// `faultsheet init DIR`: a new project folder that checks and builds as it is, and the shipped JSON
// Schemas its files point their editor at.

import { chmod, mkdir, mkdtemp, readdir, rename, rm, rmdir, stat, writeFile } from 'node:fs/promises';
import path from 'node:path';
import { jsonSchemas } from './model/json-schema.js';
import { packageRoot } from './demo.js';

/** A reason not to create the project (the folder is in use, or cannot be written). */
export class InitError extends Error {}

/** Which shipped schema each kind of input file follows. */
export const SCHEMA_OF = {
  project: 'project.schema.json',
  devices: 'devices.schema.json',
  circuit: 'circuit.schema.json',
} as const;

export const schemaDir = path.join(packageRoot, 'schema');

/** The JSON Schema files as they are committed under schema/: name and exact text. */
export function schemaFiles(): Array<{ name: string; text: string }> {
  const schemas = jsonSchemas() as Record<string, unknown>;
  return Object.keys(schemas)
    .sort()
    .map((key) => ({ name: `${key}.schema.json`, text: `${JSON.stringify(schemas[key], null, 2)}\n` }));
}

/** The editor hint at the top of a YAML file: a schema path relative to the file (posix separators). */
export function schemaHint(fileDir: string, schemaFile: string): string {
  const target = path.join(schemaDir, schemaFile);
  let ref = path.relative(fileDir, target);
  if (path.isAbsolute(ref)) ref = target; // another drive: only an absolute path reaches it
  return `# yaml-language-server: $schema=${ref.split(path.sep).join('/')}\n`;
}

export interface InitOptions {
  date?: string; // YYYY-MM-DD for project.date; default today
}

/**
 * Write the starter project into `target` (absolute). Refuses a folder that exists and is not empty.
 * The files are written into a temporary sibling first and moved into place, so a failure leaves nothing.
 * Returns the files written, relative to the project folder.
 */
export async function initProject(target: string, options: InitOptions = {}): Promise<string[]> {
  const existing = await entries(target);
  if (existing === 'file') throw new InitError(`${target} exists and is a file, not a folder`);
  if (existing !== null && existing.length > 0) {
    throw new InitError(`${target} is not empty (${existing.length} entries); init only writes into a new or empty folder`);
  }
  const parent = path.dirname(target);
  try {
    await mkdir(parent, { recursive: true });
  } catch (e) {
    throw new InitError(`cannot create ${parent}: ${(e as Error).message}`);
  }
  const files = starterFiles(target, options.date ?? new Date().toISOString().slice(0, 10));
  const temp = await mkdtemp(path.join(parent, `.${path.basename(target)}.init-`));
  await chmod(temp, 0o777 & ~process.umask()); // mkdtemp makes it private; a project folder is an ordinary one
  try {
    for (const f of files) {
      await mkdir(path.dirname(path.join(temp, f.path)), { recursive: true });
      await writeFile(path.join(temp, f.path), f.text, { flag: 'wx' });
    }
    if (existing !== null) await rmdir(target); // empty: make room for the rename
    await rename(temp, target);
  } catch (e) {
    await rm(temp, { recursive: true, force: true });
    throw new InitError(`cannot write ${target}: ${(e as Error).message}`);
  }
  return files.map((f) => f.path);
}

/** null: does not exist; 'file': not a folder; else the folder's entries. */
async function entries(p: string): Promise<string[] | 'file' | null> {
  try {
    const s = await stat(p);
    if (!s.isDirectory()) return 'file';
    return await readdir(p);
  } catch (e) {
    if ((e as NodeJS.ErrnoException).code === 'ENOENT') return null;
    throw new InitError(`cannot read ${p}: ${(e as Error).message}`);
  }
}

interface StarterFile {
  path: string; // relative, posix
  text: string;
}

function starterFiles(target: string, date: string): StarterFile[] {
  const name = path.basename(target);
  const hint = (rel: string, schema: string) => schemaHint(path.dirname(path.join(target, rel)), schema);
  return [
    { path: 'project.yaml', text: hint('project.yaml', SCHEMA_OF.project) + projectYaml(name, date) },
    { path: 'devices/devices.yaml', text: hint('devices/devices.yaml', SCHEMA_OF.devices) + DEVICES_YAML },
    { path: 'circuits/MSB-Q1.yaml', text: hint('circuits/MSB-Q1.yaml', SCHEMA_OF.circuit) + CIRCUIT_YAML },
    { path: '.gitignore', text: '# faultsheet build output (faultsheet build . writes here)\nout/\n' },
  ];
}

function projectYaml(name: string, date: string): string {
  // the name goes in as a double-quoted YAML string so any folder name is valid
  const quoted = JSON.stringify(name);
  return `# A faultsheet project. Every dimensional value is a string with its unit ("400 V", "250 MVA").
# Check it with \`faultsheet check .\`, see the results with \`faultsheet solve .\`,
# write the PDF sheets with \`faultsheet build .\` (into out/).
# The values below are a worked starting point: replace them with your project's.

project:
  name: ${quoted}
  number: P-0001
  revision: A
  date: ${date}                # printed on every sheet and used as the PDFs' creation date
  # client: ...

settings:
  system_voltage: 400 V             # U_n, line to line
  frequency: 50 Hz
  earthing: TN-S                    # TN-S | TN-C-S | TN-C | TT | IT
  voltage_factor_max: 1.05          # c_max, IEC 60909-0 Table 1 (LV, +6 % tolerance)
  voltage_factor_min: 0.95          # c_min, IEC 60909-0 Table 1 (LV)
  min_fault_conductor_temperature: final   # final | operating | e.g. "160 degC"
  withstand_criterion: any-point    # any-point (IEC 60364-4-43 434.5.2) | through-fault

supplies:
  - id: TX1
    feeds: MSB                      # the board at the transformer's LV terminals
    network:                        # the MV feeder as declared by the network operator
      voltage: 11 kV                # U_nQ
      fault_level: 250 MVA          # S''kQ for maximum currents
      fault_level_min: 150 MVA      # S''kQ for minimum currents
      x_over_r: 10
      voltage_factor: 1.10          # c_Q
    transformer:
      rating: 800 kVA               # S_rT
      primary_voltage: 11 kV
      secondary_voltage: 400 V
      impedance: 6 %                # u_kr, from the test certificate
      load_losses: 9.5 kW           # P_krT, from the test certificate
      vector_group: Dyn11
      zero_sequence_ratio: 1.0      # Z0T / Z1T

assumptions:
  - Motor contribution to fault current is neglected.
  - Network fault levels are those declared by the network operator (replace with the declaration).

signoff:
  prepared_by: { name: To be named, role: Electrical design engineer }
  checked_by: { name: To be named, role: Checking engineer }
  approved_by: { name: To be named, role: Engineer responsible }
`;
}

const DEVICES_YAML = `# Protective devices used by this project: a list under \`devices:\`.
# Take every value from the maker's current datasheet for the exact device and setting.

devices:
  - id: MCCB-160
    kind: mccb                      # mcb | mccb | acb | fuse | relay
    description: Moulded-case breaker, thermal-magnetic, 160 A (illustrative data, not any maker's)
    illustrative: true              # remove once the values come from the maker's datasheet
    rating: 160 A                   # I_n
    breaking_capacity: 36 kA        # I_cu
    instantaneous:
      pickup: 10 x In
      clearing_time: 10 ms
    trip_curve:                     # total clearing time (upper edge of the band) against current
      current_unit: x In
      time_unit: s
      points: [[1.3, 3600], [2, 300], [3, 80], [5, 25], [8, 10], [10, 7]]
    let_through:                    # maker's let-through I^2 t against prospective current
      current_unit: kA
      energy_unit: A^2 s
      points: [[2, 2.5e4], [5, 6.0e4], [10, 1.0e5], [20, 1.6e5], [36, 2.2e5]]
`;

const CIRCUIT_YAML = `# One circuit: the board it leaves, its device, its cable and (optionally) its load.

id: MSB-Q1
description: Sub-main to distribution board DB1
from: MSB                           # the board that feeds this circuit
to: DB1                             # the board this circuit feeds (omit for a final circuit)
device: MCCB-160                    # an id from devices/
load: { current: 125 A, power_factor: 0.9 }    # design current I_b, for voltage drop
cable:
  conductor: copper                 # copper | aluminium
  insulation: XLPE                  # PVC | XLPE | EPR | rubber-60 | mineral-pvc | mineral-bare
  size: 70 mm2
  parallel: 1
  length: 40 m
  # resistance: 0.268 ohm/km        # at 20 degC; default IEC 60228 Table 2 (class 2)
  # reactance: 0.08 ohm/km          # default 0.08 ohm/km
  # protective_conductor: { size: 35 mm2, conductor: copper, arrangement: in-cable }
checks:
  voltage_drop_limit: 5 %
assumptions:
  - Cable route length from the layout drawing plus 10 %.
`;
────────────────────────────────────────
EXERCISE BRIEF: Beginning at the line above with "if (!s.isDirectory()) return 'file';" and finishing at the line with "text: hint('devices/devices.yaml', SCHEMA_OF.devices)", return each line exactly and return nothing else.

FINISHED TASK:
    if (!s.isDirectory()) return 'file';
    return await readdir(p);
  } catch (e) {
    if ((e as NodeJS.ErrnoException).code === 'ENOENT') return null;
    throw new InitError(`cannot read ${p}: ${(e as Error).message}`);
  }
}

interface StarterFile {
  path: string; // relative, posix
  text: string;
}

function starterFiles(target: string, date: string): StarterFile[] {
  const name = path.basename(target);
  const hint = (rel: string, schema: string) => schemaHint(path.dirname(path.join(target, rel)), schema);
  return [
    { path: 'project.yaml', text: hint('project.yaml', SCHEMA_OF.project) + projectYaml(name, date) },
    { path: 'devices/devices.yaml', text: hint('devices/devices.yaml', SCHEMA_OF.devices) + DEVICES_YAML },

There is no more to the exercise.